Roee Rosen, „Justine Frank, The Birth of Rabbi Frank, 1937”, 2002
Roee Rosen, „Justine Frank, The Birth of Rabbi Frank, 1937”, 2002

And you confront her with some tradition like Surrealism in order to show what is hidden, what isn't shown in the culture and to reveal some lack. Maybe these kinds of things are even more important when you want to understand the culture.
I agree. The famous Lacanian statement that the unconscious has the structure of language can seem counterintuitive at first because we use language and have a sense of control over it, while the unconscious is supposed to be the locus of the id, preverbal desires, etc. But in fact we understand perfeclty what Lacan means, because we know that we have a native tongue, which we did not make up ourselves or chose by ourselves. And when we have dreams or desires we already have them structured in that particular way. In that sense language creates us, and not vice versa. And when you look back at what defined you the most, the moulds in which your identity was shaped, like your language and culture, you realise those moulds are not only about what there is but also with what isn't there, what was missing and excluded from these moulds. So: being a native Hebrew speaker born in Israel and being an artist for whom Surrealism is a crucial source I can disavow neither Surrealism nor Zionism. I cannot disown those paternal scenes. But I can look at them critically and expose their blank spots.

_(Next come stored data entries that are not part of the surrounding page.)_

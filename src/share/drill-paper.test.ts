// Each drill on paper: the exercise of its questions, the settings a share link keeps making the
// same notes, and worksheet requests the server's query schemas accept.
import { describe, expect, it } from 'vitest'
import {
  ChordsSettingsSchema,
  CycleSettingsSchema,
  RunsSettingsSchema,
  ScatterSettingsSchema,
} from '../contract/drills'
import {
  ChordsQuerySchema,
  CycleQuerySchema,
  RunsQuerySchema,
  ScatterQuerySchema,
} from '../contract/worksheets'
import { assertExercise } from '../exchange'
import { fingeringsOf, instrumentRange, octaveScatter, rangeRun } from '../theory'
import { drillPaper } from './drill-paper'
import { exerciseFromQuestions } from './question-exercise'
import { sharedExercise } from './shared-exercise'

// common practice: a 4-string bass is tuned E1 A1 D2 G2 = MIDI 28 33 38 43 (MIDI 1.0 numbering)
const BASS = { tuning: [28, 33, 38, 43], frets: 20 }
const SHARE_BASE = { token: 'x'.repeat(22), title: 't', sharedBy: 'Rowan', createdAt: '' }

const paperOf = (drill: 'scatter' | 'runs' | 'cycle' | 'chords') => drillPaper(drill)!

describe('Octave Scatter on paper', () => {
  const settings = ScatterSettingsSchema.parse({ tonic: 'A', scale: 'minor', questionCount: 20 })
  const paper = paperOf('scatter')
  const questions = paper.questions(settings as never, BASS, { fingering: null, seed: 4711 })

  it('plays the theory core’s scatter for the seed, each note on a string and fret that sound it', () => {
    const range = instrumentRange(BASS.tuning, BASS.frets)
    const first = octaveScatter({
      ...range,
      tonic: 'A',
      scale: 'minor',
      minDisplaced: 2,
      seed: 4711,
    })
    const exercise = exerciseFromQuestions(paper.segment(questions, 0), BASS, paper, 'scatter')
    expect(exercise.notes.map((note) => note.pitch)).toEqual(first.pitches)
    expect(exercise.notes.map((note) => note.name)).toEqual(first.names)
    // arithmetic: open string + fret = sounding pitch
    for (const note of exercise.notes)
      expect(BASS.tuning[note.string!]! + note.fret!).toBe(note.pitch)
    // A minor has no sharps or flats (common practice, no source)
    expect(exercise.keyFifths).toBe(0)
    expect(() => assertExercise(exercise)).not.toThrow()
  })

  it('shares a later sequence of a session by its own seed, and the link makes the same notes', () => {
    const second = paper.segment(questions, questions.length - 1)
    expect(second[0]!.key).not.toBe(questions[0]!.key)
    const made = paper.share(settings as never, second, false)
    const opened = sharedExercise({
      ...SHARE_BASE,
      preset: { drill: 'scatter', settings: made.settings as never },
      fingering: made.fingering,
      instrument: { name: 'bass', ...BASS },
    })
    expect(opened.exercise?.notes.map((note) => note.pitch)).toEqual(
      second.map((q) => q.expectedPitch),
    )
  })

  it('calls the setup preview a sample unless the settings fix the seed', () => {
    expect(paper.previewNote?.(settings as never)).toMatch(/sample/)
    expect(paper.previewNote?.({ ...settings, seed: 5 } as never)).toBeNull()
  })

  it('asks for the worksheet of the shown sequences with their first seed', () => {
    const sheet = paper.sheet(settings as never, BASS, questions)
    const query = ScatterQuerySchema.parse(sheet.params)
    expect(query).toMatchObject({ seed: 4711, tonic: 'A', tuning: BASS.tuning, answers: true })
    expect(query.count).toBe(new Set(questions.map((q) => q.key.split(':')[0])).size)
  })
})

describe('Range Runs on paper', () => {
  const settings = RunsSettingsSchema.parse({ tonic: 'G', scale: 'major', lowFret: 5, highFret: 8 })
  const paper = paperOf('runs')
  const run = rangeRun({ tuning: BASS.tuning, lowFret: 5, highFret: 8, tonic: 'G', scale: 'major' })
  const fingerings = fingeringsOf({
    tuning: BASS.tuning,
    frets: BASS.frets,
    run,
    maxPerString: settings.maxPerString,
    // the drill's hand position and its allowed shifts, fingered by its hand system
    lowFret: 5,
    highFret: 8,
    shifts: settings.shifts,
    handSystem: settings.handSystem,
  })

  it('plays the chosen fingering up and back down, each note where the fingering puts it', () => {
    expect(fingerings.length).toBeGreaterThan(1) // so the choice matters
    const chosen = fingerings[1]!
    const id = `${chosen.positions[0]!.string}:${chosen.pattern}`
    const questions = paper.questions(settings as never, BASS, { fingering: id, seed: 0 })
    const exercise = exerciseFromQuestions(questions, BASS, paper, 'run')
    const up = run.map((_, index) => index)
    const order = [...up, ...up.slice(0, -1).reverse()]
    expect(exercise.notes.map((note) => note.pitch)).toEqual(order.map((i) => run[i]))
    expect(exercise.notes.map((note) => ({ string: note.string, fret: note.fret }))).toEqual(
      order.map((i) => chosen.positions[i]),
    )
    // G major has one sharp, F♯ (common practice, no source)
    expect(exercise.keyFifths).toBe(1)
    expect(paper.share(settings as never, questions, false).fingering).toBe(id)
  })

  it('shows the TAB during a session only when the board shows the fingering too', () => {
    expect(paper.tabWhilePlaying(settings as never)).toBe(true)
    expect(paper.tabWhilePlaying({ ...settings, showFingering: false } as never)).toBe(false)
    expect(paperOf('scatter').tabWhilePlaying(settings as never)).toBe(false)
  })

  it('asks for the run sheet of the same region', () => {
    const query = RunsQuerySchema.parse(paper.sheet(settings as never, BASS, []).params)
    expect(query).toMatchObject({ tonic: 'G', lowFret: 5, highFret: 8, frets: 20 })
  })
})

describe('Window Cycle on paper', () => {
  // E1–E2 holds every pitch class, so every key of the cycle fits (12 semitones, ISO 16 / MIDI 1.0)
  const settings = CycleSettingsSchema.parse({
    low: 28,
    high: 40,
    cycle: 'fourths',
    questionCount: null,
  })
  const paper = paperOf('cycle')
  const questions = paper.questions(settings as never, BASS, { fingering: null, seed: 0 })

  it('changes the key signature where the key changes and names the new key over its first note', () => {
    const exercise = exerciseFromQuestions(questions, BASS, paper, 'cycle')
    // the cycle of fourths from C: C, F, B♭ … (common practice, no source); F major has one flat
    expect(exercise.keyFifths).toBe(0)
    const change = exercise.notes.find((note) => note.keyFifths !== undefined)
    expect(change).toMatchObject({ keyFifths: -1, text: 'F major' })
    expect(exercise.notes.filter((note) => note.text).length).toBe(11)
    expect(() => assertExercise(exercise)).not.toThrow()
  })

  it('shows the whole session while playing, and its worksheet takes the same window', () => {
    expect(paper.segment(questions, 5)).toHaveLength(questions.length)
    const query = CycleQuerySchema.parse(paper.sheet(settings as never, BASS, questions).params)
    expect(query).toMatchObject({ low: 28, high: 40, cycle: 'fourths' })
  })

  it('says why when a window cannot hold the keys', () => {
    const narrow = CycleSettingsSchema.parse({ low: 28, high: 31 })
    expect(() => paper.questions(narrow as never, BASS, { fingering: null, seed: 0 })).toThrow(
      RangeError,
    )
  })
})

describe('Chord Tones on paper', () => {
  const settings = ChordsSettingsSchema.parse({ progression: 'two-five-one', startKey: 'C' })
  const paper = paperOf('chords')
  const questions = paper.questions(settings as never, BASS, { fingering: null, seed: 0 })

  it('writes each chord tone the drill asks, in the progression key, and plays one chord at a time', () => {
    const exercise = exerciseFromQuestions(questions, BASS, paper, 'chords')
    expect(exercise.notes.map((note) => note.pitch)).toEqual(questions.map((q) => q.expectedPitch))
    // ii–V–I in C: Dm7 G7 Cmaj7, no sharps or flats in C major (common practice, no source)
    expect(exercise.keyFifths).toBe(0)
    expect(() => assertExercise(exercise)).not.toThrow()
    const first = paper.segment(questions, 0)
    expect(first.length).toBeGreaterThan(2)
    expect(new Set(first.map((q) => (q as unknown as { chord: string }).chord))).toEqual(
      new Set(['Dm7']),
    )
  })

  it('asks for the chord-tone sheet of the same progression and position', () => {
    const query = ChordsQuerySchema.parse(paper.sheet(settings as never, BASS, questions).params)
    expect(query).toMatchObject({
      progression: 'two-five-one',
      start: 'C',
      lowFret: 2,
      highFret: 6,
    })
  })
})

It also seems that Justine Frank is very much addressed to women.
For me that's the ultimate complement. Irony, pessimism and critical thoughts aside, I'm romantic in the sense that I believe in the speculative emancipation that art can offer. So becoming a woman is an option I don't want to give up my claim for, it is something I deserve.

April-August 2011


Roee Rosen's exhibition in Warsaw entitled The Dynamic Dead Roee Rosen is a presentation of his key projects which took place at the Centre for Contemporary Art Ujazdowski Castle from April 20 to July 3, 2011 (curated by Stach Szabłowski). Films made by the artist were also shown during the 11th International Film Festival New Horizons in Wrocław, Poland (21-31 July 2011).

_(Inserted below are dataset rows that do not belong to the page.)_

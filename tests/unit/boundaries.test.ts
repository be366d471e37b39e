// Where code may reach, checked on the resolved import graph (ESLint says the same per import, as
// you type): the client never imports server/; the server takes from src/ only the theory core and
// the contract and never reaches scripts/; db/ imports no server code; the contract is pure;
// migrations import nothing of the project; server feature folders import each other without a circle.
import { describe, expect, it } from 'vitest'
import { cyclesOf, importGraph, reachable } from '../helpers/import-graph'

const graph = importGraph()
const files = [...graph.keys()]
const under = (folder: string) => (file: string) => file.startsWith(`${folder}/`)
const offending = (from: string[], bad: (target: string) => boolean, transitive = false) =>
  from.flatMap((file) =>
    [...(transitive ? reachable(graph, file) : graph.get(file)!.imports)]
      .filter(bad)
      .map((target) => `${file} → ${target}`),
  )

describe('boundaries between client, contract, server, db and scripts', () => {
  it('reads the whole tree (a sanity check of the reader itself)', () => {
    expect(files.filter(under('src')).length).toBeGreaterThan(100)
    expect(files.filter(under('server')).length).toBeGreaterThan(50)
    expect(graph.get('server/app.ts')!.imports).toContain('server/health/health-routes.ts')
    expect(graph.get('src/router/routes.ts')!.imports).toContain('src/drills/registry.ts')
  })

  it('no file under src/ imports anything under server/ (types included)', () => {
    expect(offending(files.filter(under('src')), under('server'))).toEqual([])
  })

  it('the server takes from src/ only src/theory and src/contract, even through other files', () => {
    const allowed = (t: string) => under('src/theory')(t) || under('src/contract')(t)
    const bad = (t: string) => under('src')(t) && !allowed(t)
    expect(offending(files.filter(under('server')), bad, true)).toEqual([])
  })

  it('nothing the server loads is under scripts/', () => {
    expect(offending(files.filter(under('server')), under('scripts'), true)).toEqual([])
  })

  it('db/ imports no server code, even through other files', () => {
    expect(offending(files.filter(under('db')), under('server'), true)).toEqual([])
  })

  it('the contract imports only zod, the theory core and other contract modules', () => {
    const contract = files.filter(under('src/contract'))
    const local = (t: string) => !under('src/contract')(t) && !under('src/theory')(t)
    expect(offending(contract, local)).toEqual([])
    const packages = contract.flatMap((f) => graph.get(f)!.packages.filter((p) => p !== 'zod'))
    expect(packages).toEqual([])
  })

  it('migrations import no other migration and no project file', () => {
    expect(offending(files.filter(under('db/migrations')), () => true)).toEqual([])
  })
})

describe('server feature folders', () => {
  const folderOf = (file: string) => file.split('/')[1] as string
  const edges = new Map<string, Set<string>>()
  for (const file of files.filter((f) => under('server')(f) && f.split('/').length > 2)) {
    const targets = graph
      .get(file)!
      .imports.filter((t) => under('server')(t) && t.split('/').length > 2)
    const from = folderOf(file)
    const set = edges.get(from) ?? new Set<string>()
    for (const t of targets) if (folderOf(t) !== from) set.add(folderOf(t))
    edges.set(from, set)
  }

  it('import each other without a circle (a folder may use another, never back)', () => {
    expect(cyclesOf(edges)).toEqual([])
  })

  it('the cycle finder finds a circle when there is one (so the check above can fail)', () => {
    const circle = new Map([
      ['plans', new Set(['studios'])],
      ['studios', new Set(['plans'])],
      ['users', new Set<string>()],
    ])
    expect(cyclesOf(circle)).toEqual([['plans', 'studios']])
  })
})
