// Play-along for an exercise: each note sounds in turn at the tempo while `index` follows it (the
// board and the notation mark that note); stepping by hand moves it without sound.
import { onBeforeUnmount, ref, type Ref } from 'vue'
import { getPitchPlayer } from '../audio'
import type { Exercise } from '../exchange'

export function usePlayAlong(exercise: Ref<Exercise | null>) {
  const player = getPitchPlayer()
  const index = ref<number | null>(null)
  const playing = ref(false)
  const tempo = ref(72)
  const volume = ref(0.6)
  let timer: ReturnType<typeof setTimeout> | null = null

  function stop() {
    if (timer !== null) clearTimeout(timer)
    timer = null
    playing.value = false
  }

  function sound(at: number) {
    const notes = exercise.value?.notes ?? []
    const note = notes[at]
    if (!note || !playing.value) return stop()
    index.value = at
    const beatS = 60 / tempo.value
    player.play(note.pitch, { durationS: note.durationBeats * beatS * 0.9 })
    timer = setTimeout(() => sound(at + 1), note.durationBeats * beatS * 1000)
  }

  /** Starts from the marked note (or the first); call from the click, which unlocks audio. */
  async function play() {
    stop()
    player.setVolume(volume.value)
    player.setTuning?.([...(exercise.value?.tuning ?? [])])
    await player.start()
    playing.value = true
    const notes = exercise.value?.notes.length ?? 0
    sound(index.value !== null && index.value < notes - 1 ? index.value : 0)
  }

  function step(by: 1 | -1) {
    stop()
    const last = (exercise.value?.notes.length ?? 1) - 1
    index.value = Math.min(last, Math.max(0, (index.value ?? -1) + by))
  }

  onBeforeUnmount(stop)
  return { index, playing, tempo, volume, play, stop, step }
}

Roee Rosen, „Hilarious”, wideo, 2010
Roee Rosen, „Hilarious”, wideo, 2010
  1. 1. See: Roee Rosen, Stained Portfolio. On the Life and Work of Justine Frank, in: Justine Frank, Roee Rosen, Sweet Sweat, (Berlin, New York: Sternberg Press, 2009), p. 16
  2. 2. Sweet Sweat is the scandalous book written by Justine Frank in 1931 and published as: Justine Frank, Roee Rosen, Sweet Sweat, (Berlin, New York: Sternberg Press, 2009).
  3. 3. Ibidem, p. 19.
  4. 4. The sentence ‘Either beauty will be CONVULSIVE, or it won't exist at all' is the final line of Nadja (1928), and also appears at the end of the first chapter of another book by Breton: Mad Love (L'Amour Fou, 1937).